Внизу было отменно интересно. Кешка сразу же нашел небольшой каменный приступочек, уселся на него, обхватив руками колени и стараясь стать как можно меньше и незаметней, и принялся наблюдать. В подземном коридоре было светло, тепло и сухо. Запахи, как и во всех местах скопления людей, были раздражающе острыми, но Кешка уже привыкал к этому неизбежному злу и потому – терпел.

Люди меняли разные вещи на разноцветные бумажки-деньги. Это было захватывающе интересным (Кешка страшно хотел бы научиться этому, тем более, что бумажки, которые он выменял на бутылки, все еще лежали в кармане куртки), но увы, совершенно непонятным. Еще несколько людей, прислонившись к стене, дергали проволоку, натянутую на деревянные ящики с ручкой и пели протяжными голосами. Их песни нравились Кешке меньше, чем зимние песни Друга, но все же слушать их было приятно. Перед людьми стояла картонная коробка, в которую некоторые из проходящих бросали все те же деньги.
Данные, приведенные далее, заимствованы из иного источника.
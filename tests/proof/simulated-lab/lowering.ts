import { advise } from '../../../src/lib/analysis/advice/advise';
import type { BundleHistory, Landmark, Move } from '../../../src/lib/analysis/advice/history';
import { ADVICE_DEFAULTS } from '../../../src/lib/analysis/advice/parameters';
import type { ThresholdSource } from '../../../src/lib/analysis/advice/thresholds';
import { drawNormal } from '../../../src/lib/analysis/random/normal-draw';
import { seeded } from '../../../src/lib/analysis/random/seeded';

/** How one bundle came down. */
export interface Lowered {
	/** Days that the distance takes at the daily limit. */
	readonly planDays: number;
	/** Days after which a person confirmed the layer; NaN when it was not reached. */
	readonly takenDays: number;
	/** Advances advised while the tip stood below the true layer. */
	readonly below: number;
	/** Largest travel of one day, µm. */
	readonly mostADayUm: number;
}

const START_UM = 300;
/** The layer lies this far from where the atlas says, standard deviation. */
const LAYER_SD_UM = 80;
/** Heard as "in" this close to the layer. */
const LAYER_HALF_UM = 50;
const RIGHT_SHARE = 0.85;
const HOURS = [9, 11, 13, 15, 17, 19];

/**
 * A bundle of a fresh implant, asked about six times a day; the person does what is advised, listens
 * whenever asked to and after every move near the layer, and confirms when told to look.
 */
export function lowerBundle(seed: number, thresholds: ThresholdSource): Lowered {
	const random = seeded(seed, 'lowering');
	const expectedUm = 1500 + 800 * random.next();
	const layerUm = expectedUm + LAYER_SD_UM * drawNormal(random);
	const planDays = Math.ceil((expectedUm - START_UM) / ADVICE_DEFAULTS.dailyLimitUm);
	const moves: Move[] = [];
	const landmarks: Landmark[] = [];
	let depthUm = START_UM;
	let below = 0;
	let takenDays = NaN;
	const listen = (day: number, atH: number) => {
		const off = depthUm - layerUm;
		const place = off < -LAYER_HALF_UM ? 'above' : off > LAYER_HALF_UM ? 'below' : 'in';
		landmarks.push({ day, atH, place: random.next() < RIGHT_SHARE ? place : 'unclear' });
	};
	for (let day = 0; day < planDays + 20 && Number.isNaN(takenDays); day++) {
		for (const hour of HOURS) {
			const atH = day * 24 + hour;
			const bundle: BundleHistory = {
				bundle: 'T01',
				role: 'record',
				kind: 'tetrode',
				isParked: false,
				isInLayer: false,
				depthUm,
				layerDepthUm: expectedUm,
				travelLeftUm: 5000 - depthUm,
				pitchUm: 317.5,
				moves,
				days: [],
				landmarks,
				impedances: [],
				worths: []
			};
			const animal = { bundles: [bundle], hasDecodingAlarm: false, advances: [], neighbours: [] };
			const asking = { day, atH, nextCriticalAtH: null };
			const [{ state, reason, step }] = advise(animal, asking, { thresholds });
			if (state === 'advance' && step) {
				if (depthUm - layerUm > LAYER_HALF_UM) below++;
				depthUm += step.um;
				moves.push({ atH, day, um: step.um });
				if (expectedUm - depthUm < ADVICE_DEFAULTS.nearUm) listen(day, atH + 1);
			} else if (reason === 'confirm-layer') {
				takenDays = day + 1;
				break;
			} else if (reason === 'listen-first' || reason === 'unclear-landmarks') {
				listen(day, atH + 1);
			}
		}
	}
	const byDay = new Map<number, number>();
	for (const { day, um } of moves) byDay.set(day, (byDay.get(day) ?? 0) + um);
	return { planDays, takenDays, below, mostADayUm: Math.max(...byDay.values()) };
}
У нескольких людей, стоящих на ступеньках у выхода, высовывались из-за пазухи котячьи и щенячьи мордочки с молочными, еще не проясневшими глазами. Подумав, Кешка решил, что и они хотят на что-то обменять маленьких зверьков.

– Обмен занимает в жизни людей очень большое место, – задержался на поверхности сознания первый из сделанных Кешкой выводов.
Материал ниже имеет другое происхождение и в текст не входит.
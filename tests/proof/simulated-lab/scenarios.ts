import { ADVICE_DEFAULTS } from '../../../src/lib/analysis/advice/parameters';
import { seeded } from '../../../src/lib/analysis/random/seeded';
import { AMPLITUDE } from '../../../src/lib/analysis/trends/amplitude-evidence';
import type { YieldModel } from '../../../src/lib/analysis/trends/yield-model';
import type { Plan } from './lab';

/** Six units in the long run. */
export const USUAL: YieldModel = { survival: 0.8, arrivals: 1.2 };
/** One unit in the long run, and three. */
export const COLLAPSED: YieldModel = { survival: 0.55, arrivals: 0.5 };
export const HALVED: YieldModel = { survival: 0.7, arrivals: 0.9 };

/** Day on which a change begins. */
export const CHANGE_DAY = 20;

/** A lab that listens on nearly every recorded day and mostly hears right. */
export const ATTENTIVE = { rowShare: 0.9, rightShare: 0.85 };
/** A lab that would take every advance. */
export const DEAF = { rowShare: 1, rightShare: 1 };

export const STABLE: Plan = {
	bundles: 16,
	days: 60,
	askFrom: 5,
	usual: () => USUAL,
	truth: () => ({ model: USUAL, level: 0, place: 'in' }),
	seenShare: () => 1,
	isByEye: false,
	reader: () => 'A',
	missingShare: 0.1,
	listening: ATTENTIVE,
	parameters: ADVICE_DEFAULTS,
	isFollowed: true
};

/** Bundles of all sizes: 2 to 13 units, staying 1 to 10 days. */
export function mixed(seed: number): Plan {
	const random = seeded(seed, 'mixed bundles');
	const models = Array.from({ length: 8 + random.below(25) }, (): YieldModel => {
		const survival = 0.65 + 0.25 * random.next();
		return { survival, arrivals: (2 + 11 * random.next()) * (1 - survival) };
	});
	return {
		...STABLE,
		bundles: models.length,
		usual: (b) => models[b],
		truth: (b) => ({ model: models[b], level: 0, place: 'in' })
	};
}

/** The first bundles change on one day; the tip has come to stand above the layer. */
export function changing(to: YieldModel, changed: number, plan: Plan = STABLE): Plan {
	return {
		...plan,
		truth: (b, day) =>
			b < changed && day >= CHANGE_DAY
				? { model: to, level: AMPLITUDE.delta, place: 'above' }
				: plan.truth(b, day)
	};
}

/** Fewer newcomers every day: half of them after 46 days, the amplitude sinking with them. */
export const DRIFTING: Plan = {
	...STABLE,
	truth: (_, day) => {
		const left = 0.985 ** Math.max(0, day - 10);
		return {
			model: { ...USUAL, arrivals: USUAL.arrivals * left },
			level: 0.3 * Math.log(left),
			place: 'in'
		};
	}
};

/** Part of every bundle is not seen on some days. */
export function dimmed(days: readonly number[], share: number, plan: Plan = STABLE): Plan {
	return { ...plan, seenShare: (day) => (days.includes(day) ? share : 1) };
}
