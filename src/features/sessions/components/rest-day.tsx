import type { Today } from '#shared/contract/session'
import { EmptyState } from '@/components/ui/states'
import { formatDay } from '@/lib/format'

/** No session on this day, and when the next one is. */
export function RestDay({ today, whose }: { today: Today; whose?: string }) {
  return (
    <EmptyState title={whose === undefined ? 'A rest day.' : `A rest day for ${whose}.`}>
      {today.nextDay === null
        ? 'Nothing is planned after it yet.'
        : `The next session is on ${formatDay(today.nextDay)}.`}
    </EmptyState>
  )
}
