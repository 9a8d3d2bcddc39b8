import { Undo2 } from 'lucide-react'
import type { ReactNode } from 'react'
import { Link } from 'react-router-dom'
import type { ExerciseDocument } from '#shared/contract/exercise'
import type { Slot } from '#shared/contract/session'
import { paths } from '@/app/paths'
import { Button, LinkButton } from '@/components/ui/button'
import { Card } from '@/components/ui/card'
import { Icon } from '@/components/ui/icon'
import { formatDose, formatOverCap } from '@/lib/format'
import type { Units } from '@/lib/units'
import { capitalise, INTENT_WORDS, jointWords, TARGET_WORDS } from '@/lib/words'

export interface SlotCardProps {
  slot: Slot
  units: Units
  /** How the load of an exercise is meant, once it is known. */
  loadKind: (exerciseId: string) => ExerciseDocument['load']['kind'] | undefined
  figure: (exerciseId: string, affected: Slot['affected']) => ReactNode
  /** Level under the page’s own headings. */
  heading?: 'h2' | 'h3'
  onUndo?: (swapId: string) => void
  undoing?: string
}

/** What stands in one slot now, and what a sore joint means for it. */
export function SlotCard(props: SlotCardProps) {
  const { slot, units, loadKind, figure, heading: Heading = 'h2' } = props
  const { swap, planned, affected } = slot
  const exercise = swap?.exercise ?? slot.exercise
  return (
    <Card hit={affected.length > 0} className="flex gap-3 p-3 sm:gap-5 sm:p-4">
      <div className="flex h-26 w-18 shrink-0 items-center justify-center sm:h-28 sm:w-28">
        {figure(exercise.id, affected)}
      </div>
      <div className="flex min-w-0 flex-1 flex-col sm:flex-row sm:gap-4">
        <div className="min-w-0 flex-1">
          <Heading className="text-lg">{exercise.name}</Heading>
          <p>{formatDose(swap?.dose ?? planned, units, loadKind(exercise.id))}</p>
          <p className="text-pencil">
            {INTENT_WORDS[slot.intent]} · {TARGET_WORDS[slot.target]}
          </p>
          {swap !== null && (
            <p className="text-pencil">
              instead of {slot.exercise.name}, {formatDose(planned, units, loadKind(slot.exercise.id))}
            </p>
          )}
          {affected.map((hit) => (
            <p key={`${hit.joint}-${hit.side}`} className="mt-1 leading-snug font-semibold text-oxide">
              {hit.verdict === 'overCap'
                ? formatOverCap(hit)
                : `${capitalise(jointWords(hit.joint, hit.side))}: red flag. No swaps until a clinician has seen it.`}
            </p>
          ))}
        </div>
        <Actions {...props} name={exercise.name} />
      </div>
    </Card>
  )
}

/** Nothing stands here that this reader cannot do. */
function Actions({ slot, name, onUndo, undoing }: SlotCardProps & { name: string }) {
  const { swap, affected, can } = slot
  const stopped = affected.some(({ verdict }) => verdict === 'redFlag')
  const undo = swap?.can.undo === true && onUndo !== undefined ? () => onUndo(swap.id) : null
  if ((!can.swap || stopped) && undo === null) return null
  return (
    <div className="-mb-2 flex flex-wrap items-center gap-x-5 sm:mb-0 sm:flex-col sm:items-end sm:justify-center">
      {can.swap &&
        !stopped &&
        (affected.length > 0 ? (
          <LinkButton to={paths.slotSwaps(slot.id)} kind="primary" className="my-2 max-sm:w-full">
            <SeeSwaps name={name} />
          </LinkButton>
        ) : (
          <Link to={paths.slotSwaps(slot.id)} className="inline-flex min-h-target items-center font-semibold link">
            <SeeSwaps name={name} />
          </Link>
        ))}
      {undo !== null && (
        <Button
          kind="quiet"
          className="-ml-4 sm:-mr-4 sm:ml-0"
          busy={undoing === swap?.id}
          busyLabel="Undoing"
          onClick={undo}
        >
          <Icon of={Undo2} />
          Undo the swap
        </Button>
      )}
    </div>
  )
}

const SeeSwaps = ({ name }: { name: string }) => (
  <span>
    See swaps <span className="sr-only">for {name}</span>
  </span>
)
Осень словно приклеилась к Городу, легла на него, придавив душным, моросным боком, и не желала уходить. Даже Кешка, привыкший к северным долгим ночам, устал от нерождающихся тусклых дней, не освещенных где-то залеживающимся, словно простудившимся солнцем. Не хотелось просыпаться, не хотелось никуда идти, не хотелось даже есть и пить. Город, и без того казавшийся Кешке больным и некрасивым, совсем потерял свою сумрачную привлекательность и жался и сопливился, зияя облупившимися стенами, как расковыренная болячка.

Почти все время теперь Кешка проводил в подземном городе. Он научился проникать в него, пробегая мимо тетки в стеклянной коробочке и быстро скатываясь вниз по ступеням движущейся лестницы (сначала Кешка почти до крика испугался ее, но быстро привык и теперь находил весьма интересной, хотя и непонятной. Кто же сидит там внутри и все время ее крутит? Кешка пытался заглянуть во все щелки, но так никого и не увидел). Тетки реагировали на Кешкины пробежки до странности вяло, чаще всего попросту отводили глаза, словно не замечая. Иногда рядом с тетками стояли мужики в серой одежде, с черными палками в руках. Тогда Кешка предпочитал не рисковать и ждал, пока тетка останется одна, или неторопливо трусил к другому входу в подземный город.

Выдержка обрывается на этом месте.